IVORY BANGLES ANALYSIS by Eric Ngmaryo
IVORY BANGLES ANALYSIS by Eric Ngmaryo
IVORY BANGLES ANALYSIS PDF – Eric Ng’maryo
Shifting from the way things are usually done in society may attract affliction. This is the dominant issue in Eric Ng’maryo’s short story Ivory Bangles. It describes the death of a woman. The author seems to suggest that the woman dies only because her husband and she defy the instructions of the seer.
Key events in Ivory Bangles
- The worrying insight
- The evening meal
- Second wife
- The ivory bangles
- The revelation
- The alternative plan
- The wife’s death
Characters in Ivory Bangles
- The old man
- The wife
- Their only son
- The seer
- Makusaro – sister-in-law
- Leveri – daughter-in-law
- Kabanda – grandson
Focus
When we deviate from established norms, we invite misfortune or adversity.
Ivory Bangles Summary
The husband is distressed after the seer instructs him to give his wife a thorough beating and send her to her parents after the beating. The man consults the seer after he notices blood specks on the liver of a goat he had slaughtered.
The seer’s pebbles say the man’s wife is going to die because the spirits were jealous of a happy wife. To avert the death, the pebbles say he has to give her a thorough beating.
During the evening meal with his wife, the man is disturbed since he doesn’t know how to deliver the bad news to his loving wife.

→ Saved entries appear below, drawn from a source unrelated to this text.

/**
 * The terminal view as a real process on a pseudo-terminal (util-linux
 * `script` gives it one): a signal ends it like `q` does, with the terminal
 * restored (the alternate screen left), and with the exit code a shell
 * expects of that signal (128 + its number: SIGHUP 129, SIGINT 130, SIGTERM
 * 143; POSIX shell convention). And TERM=dumb is refused like a missing
 * terminal, pointing to the text commands.
 */
import { describe, expect, it } from 'vitest';
import { execFileSync, spawn } from 'node:child_process';
import { runCli } from '../../src/cli/main.js';
import { memoryIo } from '../../src/cli/io.js';
import { HAS_SCRIPT } from '../support/has-script.js';
import { ROOT } from './cli.js';


const LEAVE_ALT = '\u001b[?1049l';

/** start the view on a pseudo-terminal, wait for its first frame, send `signal` to it, resolve with its exit code and output */
function viewUntilSignal(signal: NodeJS.Signals): Promise<{ code: number | null; out: string }> {
  return new Promise((resolve, reject) => {
    // `exec`: whatever shell `script` starts (bash, or dash when SHELL is unset as on a build machine) is replaced by the view,
    // so the signal below reaches the view and not a shell waiting on it (dash defers SIGINT until its child ends)
    const cmd = `exec "${process.execPath}" --import tsx src/cli/main.ts cases/demo.yaml --allow-long`;
    const child = spawn('script', ['-qfec', cmd, '/dev/null'], {
      cwd: ROOT,
      // CI set as on a build machine: the view must still draw its frames (Ink alone would hold them back)
      env: { ...process.env, SHELL: '/bin/sh', TERM: 'xterm-256color', COLUMNS: '80', LINES: '24', NO_COLOR: '1', CI: 'true' },
      stdio: ['pipe', 'pipe', 'pipe'],
    });
    let out = '';
    let sent = false;
    child.stdout.on('data', (d: Buffer) => {
      out += d.toString();
      // the first frame is drawn: signal the view itself (the child of `script`)
      if (!sent && out.includes('IVC')) {
        sent = true;
        const rows = execFileSync('ps', ['-o', 'pid=,args=', '--ppid', String(child.pid)], { encoding: 'utf8' }).trim().split('\n');
        const line = rows.find((r) => r.includes('src/cli/main.ts'));
        const pid = Number(line?.trim().split(/\s+/)[0]);
        if (!(pid > 0) || line?.includes(' -c ')) reject(new Error(`no view process directly under script (${rows.join(' | ')})`));
        else process.kill(pid, signal);
      }
    });
    child.on('error', reject);
    child.on('exit', (code) => resolve({ code, out }));
  });
}

describe.skipIf(!HAS_SCRIPT)('the terminal view ended by a signal', () => {
  it.each([
    ['SIGTERM', 143],
    ['SIGINT', 130],
    ['SIGHUP', 129],
  ] as const)('%s: exit %i, the terminal restored', async (signal, code) => {
    const r = await viewUntilSignal(signal);
    expect(r.code, r.out.slice(-400)).toBe(code);
    expect(r.out).toContain(LEAVE_ALT);
    // restored after the last frame, not before it
    expect(r.out.lastIndexOf(LEAVE_ALT)).toBeGreaterThan(r.out.lastIndexOf('IVC'));
  }, 60_000);
});

describe('TERM=dumb', () => {
  it('is refused like a missing terminal, pointing to run and sweep (exit 2, one line)', async () => {
    const io = memoryIo({ stdinIsTTY: true, stdoutIsTTY: true, stderrIsTTY: true, term: 'dumb', cwd: ROOT });
    expect(await runCli(['cases/demo.yaml'], io)).toBe(2);
    const lines = io.err().trim().split('\n');
    expect(lines).toHaveLength(1);
    expect(lines[0]).toMatch(/^error: the interactive view needs a terminal that can move the cursor \(TERM is dumb\); use `tractwave run cases\/demo.yaml`/);
    expect(io.out()).toBe('');
  });
  it('without a TTY the message says so', async () => {
    const io = memoryIo({ cwd: ROOT });
    expect(await runCli(['cases/demo.yaml'], io)).toBe(2);
    expect(io.err()).toMatch(/needs a terminal \(stdin and stdout are not a TTY\)/);
  });
  it('an unknown option of the view is named', async () => {
    const io = memoryIo({ cwd: ROOT });
    expect(await runCli(['cases/demo.yaml', '--allow-everything'], io)).toBe(2);
    expect(io.err()).toMatch(/^error: --allow-everything: unknown option/);
  });
});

The man is a chief’s councillor and is regarded as a small chief. As much as he is respected, many are surprised that he has only one wife. When the chief suggested that he marries another wife, the man replies using a riddle. The chief quickly and ravels the riddle as “A wife, a co-wife, witchcraft and death”. This reveals that the people have deep seated beliefs about witchcraft and death.
The man loves his wife dearly. When she had their first child, he gifted her twenty four handcrafted ivory bangles some etched with the words of a long love poem.

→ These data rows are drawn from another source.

const OPTIONS: OptionSpec[] = [
  RANGE_OPTION,
  BAND_OPTION,
  SET_OPTION,
  JOBS_OPTION,
  MEASURED_OPTION,
  { name: 'json', type: 'boolean', description: 'print the result as JSON (SI units)' },
  { name: 'csv', type: 'string', value: 'FILE', description: 'write one row per speed to FILE (header row with units)' },
  { name: 'svg', type: 'string', value: 'FILE', description: 'write the chart of ηv against speed (band, mean, best speed, tuned speeds) to FILE (SVG)' },
  { name: 'force', type: 'boolean', description: 'allow --csv and --svg to overwrite an existing file' },
  UNITS_OPTION,
  ALLOW_EXTREME_OPTION,
  ALLOW_LONG_OPTION,
];

export interface SweepJson {
  name: string;
  rpm: { from: number; to: number; step: number };
  points: SweepPoint[];
  band: SweepSummary['band'];
  bestRpm: number;
  bestVolumetricEfficiency: number;
  estimates: CaseEstimates;
  assumptions: OutputAssumptions & { note: string };
  stats: { jobs: number; chunkPoints: number; wallSeconds: number };
  /** with a dyno sheet: each measured point with the model at its speed */
  measured?: ReturnType<typeof dynoJson>;
  measuredFile?: string;
}

export const sweepCommand: Command = {
  name: 'sweep',
  summary: 'ηv, estimated torque and power against speed; band mean and best speed',
  help: `usage: tractwave sweep CASE [--rpm FROM:TO:STEP] [--band LO:HI]
                       [--set path=value ...] [--jobs N]
                       [--json | --csv FILE] [--svg FILE] [--force]

Simulates the case at each speed of the range and shows volumetric efficiency
against speed as a chart and a table, the mean over the speed band (area under
the curve divided by the band width: a band average, not a peak, is the figure
of merit), the speed of the best ηv, and the hand estimates beside them
(quarter-wave tuned speeds, a Helmholtz estimate) so you can see where simple
rules agree with the simulation and where they do not.

Each speed starts from the converged state of the speed before it (in fixed
chunks of ${SWEEP_CHUNK_POINTS} speeds, the first of each started from rest), so sweeps converge in
few cycles and give the same numbers for any --jobs.

Torque and power are estimates from ηv with an assumed air-fuel ratio, fuel
heating value and brake efficiency (case key 'estimate': airFuelRatio,
fuelHeatingValue, brakeEfficiency; defaults 12.8, 44 MJ/kg, 0.28).

The columns 'wave at IVC' and 'peak vs IVC °' say whether the pressure wave
at the valve helps or costs charge when the valve closes, and where the last
compression peak came (− before closing, + after). 'wave order' is f₁·120/N.
'mass balance %' is the solver's own check: runner inlet against valve.

--csv FILE writes SI values (ηv as a fraction, torque in N·m, power in W,
masses in kg, pressures in Pa) under a header whose names end in the unit:
speed_rpm, volumetric_efficiency, torque_estimate_N_m, power_estimate_W,
mass_imbalance, converged, cycles, trapped_mass_kg, residual_fraction,
ivc_cylinder_pressure_Pa, valve_pressure_at_ivc_Pa,
valve_pressure_at_ivc_vs_ambient_Pa, peak_offset_from_ivc_deg, wave_order,
wave_at_ivc. --units changes the text only.

Default range: the case key 'sweep {from, to, step}', else ${DEFAULT_SWEEP.from}:${DEFAULT_SWEEP.to}:${DEFAULT_SWEEP.step};
default band: the case key 'band {from, to}', else the whole range.

options
${optionHelp(OPTIONS)}

--json prints: name, rpm {from, to, step}, points [{rpm, volumetricEfficiency,
torque [N·m], power [W], converged, massImbalance, cycles, deliveredMass,
trappedMass, residualFraction, ivcPressure, peakReverseFlow, pulse {...}}],
band {from, to, meanVolumetricEfficiency}, bestRpm, bestVolumetricEfficiency,
estimates {...}, assumptions {...}, stats {jobs, chunkPoints, wallSeconds};
with a dyno sheet also measured [{rpm, torque?, power?, volumetricEfficiency?,
model {...}, difference {...}}] (model − measured, SI) and measuredFile.

--measured FILE (or the case's measured key) draws a dyno sheet's points (●)
on the charts and lists them against the model at the measured speeds.

examples
  tractwave sweep cases/demo.yaml
  tractwave sweep cases/demo.yaml --rpm 4000:9000:500 --set runner.length=320mm
  tractwave sweep cases/demo.yaml --csv demo-sweep.csv
  tractwave sweep cases/measured-single.yaml --measured cases/measured/dyno.csv
  tractwave sweep cases/demo.yaml --svg demo-sweep.svg
`,
  async run(argv, io) {
    const args = parseArgs(argv, OPTIONS);
    const [file] = expectPositionals(args, ['CASE'], 'sweep');
    const csv = csvAndJsonChoice(args, io, true);
    const svg = args.string('svg');
    if (svg !== undefined) {
      if (!/\.svg$/i.test(svg)) throw new CaseError('--svg', `expected a file name ending in .svg, got '${svg}'`, 'option');
      checkTarget(svg, '--svg', io, args.flag('force'));
    }
    const jobs = parseJobs(args);
    prestartPool(jobs); // the workers load while the case does
    const loaded = await loadForSweep(file!, args, io);
    const u = displayUnits(args, loaded);
    const dyno = await dynoOf(args, loaded, io.cwd);
    const grid = sweepGrid(args, loaded.case);
    const band = chooseBand(args, loaded.case, grid);
    checkCost(engineCost(loaded.model, grid.values, jobs), loaded.model, args, '--rpm');
    const assumptions = assumptionsOf(loaded.case);
    const bar = progress(io, 'sweep');
    const t0 = performance.now();
    let points: SweepPoint[];
    try {
      points = await runSweep(loaded.model, grid.values, { jobs, assumptions, onProgress: bar.tick });
    } finally {
      bar.done();
    }
    const wallSeconds = (performance.now() - t0) / 1000;
    const summary = summariseSweep(points, band);
    const estimates = caseEstimates(loaded.model, grid.values[0]!, grid.values[grid.values.length - 1]!);
    for (const w of sweepWarnings(points, loaded.model.numerics.maxCycles, '', loaded.model)) io.stderr.write(`${w}\n`);
    if (band.note) io.stderr.write(`note: ${band.note}\n`);
    if (svg !== undefined) {
      const { renderSvg, speedVeChart } = await import('../../report/index.js');
      const chart = speedVeChart({ design: { name: loaded.model.name }, rpms: grid.values, band, curve: { points, summary }, estimates });
      await writeFileAtomic(svg, `<?xml version="1.0" encoding="UTF-8"?>\n${await renderSvg(chart.spec)}\n`, { force: args.flag('force'), option: '--svg', cwd: io.cwd });
    }

    if (args.flag('json')) {
      const json: SweepJson = {
        name: loaded.model.name,
        rpm: { from: grid.from, to: grid.to, step: grid.step },
        points,
        band: summary.band,
        bestRpm: summary.bestRpm,
        bestVolumetricEfficiency: summary.bestVolumetricEfficiency,
        estimates,
        assumptions: { ...assumptions, note: 'torque and power are estimates from ηv with these assumptions, not simulated' },
        stats: { jobs: Math.min(jobs, Math.ceil(points.length / SWEEP_CHUNK_POINTS)), chunkPoints: SWEEP_CHUNK_POINTS, wallSeconds },
        ...(dyno ? { measured: dynoJson(points, dyno), measuredFile: dyno.file } : {}),
      };
      io.stdout.write(`${JSON.stringify(json)}\n`);
      return 0;
    }
    if (csv !== undefined) await writeFileAtomic(csv, sweepCsv(points, loaded.model.ambient.pressure), { force: args.flag('force'), option: '--csv', cwd: io.cwd });

    const out: string[] = [];
    out.push(
      `${loaded.model.name}: speed sweep ${fix(grid.values[0]!, 0)}–${fix(grid.values[grid.values.length - 1]!, 0)} rpm every ${fix(grid.step, 0)} rpm` +
        ` (${points.length} points, ${jobs} job${jobs === 1 ? '' : 's'}, ${fix(wallSeconds, 1)} s)`,
      `  ${assemblyLine(loaded.model, u)}`,
      '',
      `volumetric efficiency ηv [%] against speed${dyno?.kinds.includes('volumetricEfficiency') ? ` (● measured, ${dyno.file})` : ''}`,
    );
    out.push(
      ...curveChart(grid.values, [{ values: points.map((p) => p.volumetricEfficiency * 100) }], {
        band,
        tuned: estimates.tunedSpeeds.map((t) => ({ label: String(t.order), rpm: t.rpm })),
        ...(dyno ? { points: chartPoints(dyno, 'volumetricEfficiency', u) } : {}),
      }),
    );
    if (dyno) out.push(...outputChart(grid.values, [points], dyno, { band }, u));
    out.push('');
    out.push(
      `band ${fix(band.from, 0)}–${fix(band.to, 0)} rpm: mean ηv ${fix(summary.band.meanVolumetricEfficiency * 100, 1)} %` +
        ' (area under the curve / band width: the band average, not the peak, is the figure of merit)',
    );
    out.push(`best ηv ${fix(summary.bestVolumetricEfficiency * 100, 1)} % at ${fix(summary.bestRpm, 0)} rpm`);
    const bestPoint = points.find((p) => p.rpm === summary.bestRpm);
    if (bestPoint) out.push(`why, at ${fix(bestPoint.rpm, 0)} rpm: ${restateGauge(bestPoint.pulse.verdict, u)}`);
    out.push('hand estimates beside the simulation:');
    out.push(...estimateLines(estimates, summary.bestRpm, u));
    io.stdout.write(out.map((l) => wrapLine(l)).join('\n') + '\n\n');
    io.stdout.write(table(pointHeader(u), pointRows(points, u)));
    io.stdout.write('\n' + wrapLine(POINT_LEGEND) + '\n');
    io.stdout.write(wrapLine(`* ${assumptionLine(assumptions)}`) + '\n');
    const supply = loaded.model.inlet.kind === 'plenum' ? loaded.model.inlet.supply : undefined;
    if (supply) io.stdout.write(wrapLine(`ηv is on the ambient density; the plenum is fed from a boost supply at ${u.text('pressure', supply.pressure)}, ${u.text('temperature', supply.temperature, 0)} (run gives ηv on the supply density too)`) + '\n');
    if (dyno) io.stdout.write(dynoBlock(points, dyno, u));
    io.stdout.write('results are estimates from a simplified model: verify them on an engine.\n');
    if (csv !== undefined) io.stdout.write(`wrote ${points.length} rows (one per speed) to ${csv}\n`);
    if (svg !== undefined) io.stdout.write(`wrote the chart of ηv against speed to ${svg}\n`);
    return 0;
  },
};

That night the man divulges the seer’s words to the wife.
“The spirits want me to give you a ritual beating.” (pg. 22)
The woman dismisses this and hints that she knows the seer. He once wanted to marry her and had threatened to put a spell on her.
The man is adamant that the seer did not put blood specks on the goat’s liver and that he is only the mouthpiece of their dead ancestors.

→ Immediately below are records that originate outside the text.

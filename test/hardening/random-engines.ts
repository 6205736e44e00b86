/**
 * Random physically valid engine cases for property tests (fast-check).
 *
 * Each case is raw case-file data, the way a user writes it (unit strings
 * like "86.4 mm", cam-card angles), so a property run also exercises the
 * schema and the unit conversion before the core. Ranges are our own choice
 * of plausible road and race singles (common practice, no source):
 *   bore 50–100 mm; stroke/bore 0.7–1.3; rod/stroke 1.6–2.2; rc 8–14;
 *   intake opens 0–60° BTDC, closes 20–80° ABDC; exhaust opens 30–80° BBDC,
 *   closes 0–50° ATDC; one or two valves per side, head diameters scaled to
 *   the bore so they fit (two intake heads ≈ 0.36–0.42·B, one ≈ 0.45–0.52·B);
 *   lift 0.22–0.32·D; runner 100–600 mm long, 25–50 mm across, possibly
 *   tapered ±15 %; an optional plenum of 1–8 L; 1500–14000 rpm.
 * The mesh is coarse (20 mm) and the cycle cap low (8), to keep runs fast.
 */
import fc from 'fast-check';
import type { SchemeName } from '../../src/core/model.js';

export interface RandomEngine {
  /** raw case data (YAML-shaped, with unit strings) */
  raw: Record<string, unknown>;
  /** a short description for failure messages */
  label: string;
}

const mm = (v: number) => `${v.toFixed(2)} mm`;

/** a double in [min, max], never NaN */
const real = (min: number, max: number) => fc.double({ min, max, noNaN: true, noDefaultInfinity: true });

export function randomEngine(opts: { meshSize?: number; maxCycles?: number } = {}): fc.Arbitrary<RandomEngine> {
  const meshSize = opts.meshSize ?? 0.02;
  const maxCycles = opts.maxCycles ?? 8;
  return fc
    .record({
      bore: real(50, 100),
      strokeRatio: real(0.7, 1.3),
      rodRatio: real(1.6, 2.2),
      rc: real(8, 14),
      intakeValves: fc.constantFrom(1, 2),
      intakeScale: real(0, 1),
      exhaustScale: real(0.78, 0.9),
      liftRatio: real(0.22, 0.32),
      ivo: real(0, 60),
      ivc: real(20, 80),
      evo: real(30, 80),
      evc: real(0, 50),
      backPressure: real(100, 115),
      gasTemperature: real(700, 1100),
      runnerLength: real(100, 600),
      runnerDiameter: real(25, 50),
      taper: real(-0.15, 0.15),
      tapered: fc.boolean(),
      plenum: fc.option(fc.record({ litres: real(1, 8), feed: real(30, 60) }), { nil: undefined }),
      rpm: fc.integer({ min: 1500, max: 14000 }),
      scheme: fc.constantFrom<SchemeName>('characteristics', 'conservative'),
    })
    .map((r): RandomEngine => {
      const stroke = r.bore * r.strokeRatio;
      const rod = stroke * r.rodRatio;
      // head diameters that fit the bore: two heads side by side, or one big one
      const dIn = r.bore * (r.intakeValves === 2 ? 0.36 + 0.06 * r.intakeScale : 0.45 + 0.07 * r.intakeScale);
      const dEx = dIn * r.exhaustScale;
      const runner: Record<string, unknown> = r.tapered
        ? {
            sections: [
              { length: mm(r.runnerLength * 0.7), diameterStart: mm(r.runnerDiameter * (1 + r.taper)), diameterEnd: mm(r.runnerDiameter) },
              { length: mm(r.runnerLength * 0.3), diameterStart: mm(r.runnerDiameter), diameterEnd: mm(r.runnerDiameter * (1 - r.taper / 2)) },
            ],
          }
        : { length: mm(r.runnerLength), diameter: mm(r.runnerDiameter) };
      const raw: Record<string, unknown> = {
        name: 'random single',
        engine: { bore: mm(r.bore), stroke: mm(stroke), rod: mm(rod), compressionRatio: Number(r.rc.toFixed(2)) },
        ambient: { pressure: '101.325 kPa', temperature: '20 degC' },
        intake: { valves: r.intakeValves, diameter: mm(dIn), maxLift: mm(dIn * r.liftRatio), opens: Number(r.ivo.toFixed(1)), closes: Number(r.ivc.toFixed(1)) },
        exhaust: {
          valves: r.intakeValves,
          diameter: mm(dEx),
          maxLift: mm(dEx * r.liftRatio),
          opens: Number(r.evo.toFixed(1)),
          closes: Number(r.evc.toFixed(1)),
          backPressure: `${r.backPressure.toFixed(2)} kPa`,
          gasTemperature: `${r.gasTemperature.toFixed(0)} K`,
        },
        runner,
        inlet: r.plenum ? { kind: 'plenum', volume: `${r.plenum.litres.toFixed(2)} L`, feedDiameter: mm(r.plenum.feed) } : { kind: 'ambient' },
        rpm: r.rpm,
        numerics: { meshSize: meshSize, maxCycles, scheme: r.scheme },
      };
      const label =
        `B ${r.bore.toFixed(1)} S ${stroke.toFixed(1)} rod ${rod.toFixed(1)} rc ${r.rc.toFixed(1)}, ` +
        `${r.intakeValves}×${dIn.toFixed(1)} mm, IVO ${r.ivo.toFixed(0)} IVC ${r.ivc.toFixed(0)}, ` +
        `runner ${r.runnerLength.toFixed(0)}×${r.runnerDiameter.toFixed(0)}${r.tapered ? ' tapered' : ''}, ` +
        `${r.plenum ? `plenum ${r.plenum.litres.toFixed(1)} L, ` : ''}${r.rpm} rpm, ${r.scheme}`;
      return { raw, label };
    });
}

The man is ready to carry out the seer’s instructions in order to avert the wife’s death. The wife talks him out of it, proposing that there is another way.
While at the market, she thinks of her plan: She intends to go home and cook for the husband before going to her brother’s place. She would go there weeping that her husband had beaten her for no reason, and would refuse to go back to him until her clan and her husband’s clan meet to reconcile them. The husband would be asked to part with a fine and they would drink beer of reconciliation. This would certainly fool the spirits.
The woman returns home amidst cries of village scouts warning people about wandering elephants.
The woman decides to weed the weedy part of her grove. While hoeing, her thoughts wander to Leveri, her daughter-in-law, who had helped her weed just three weeks ago. She had run away from her husband who had beaten her badly. The woman does not understand why their son is different from his father.
From nowhere, an elephant emerges, attacks and kills the woman.
“They found her thus in her shallow grave: a mass of flesh and blood and shattered ivory bangles.” (pg. 25)
The powers of the seer seem to be confirmed since his eerie prediction comes to pass.
The woman dies because she deviates from customary norms after her husband and she defy the tribal seer, a priest of the people.
Do you think the woman deserved to die?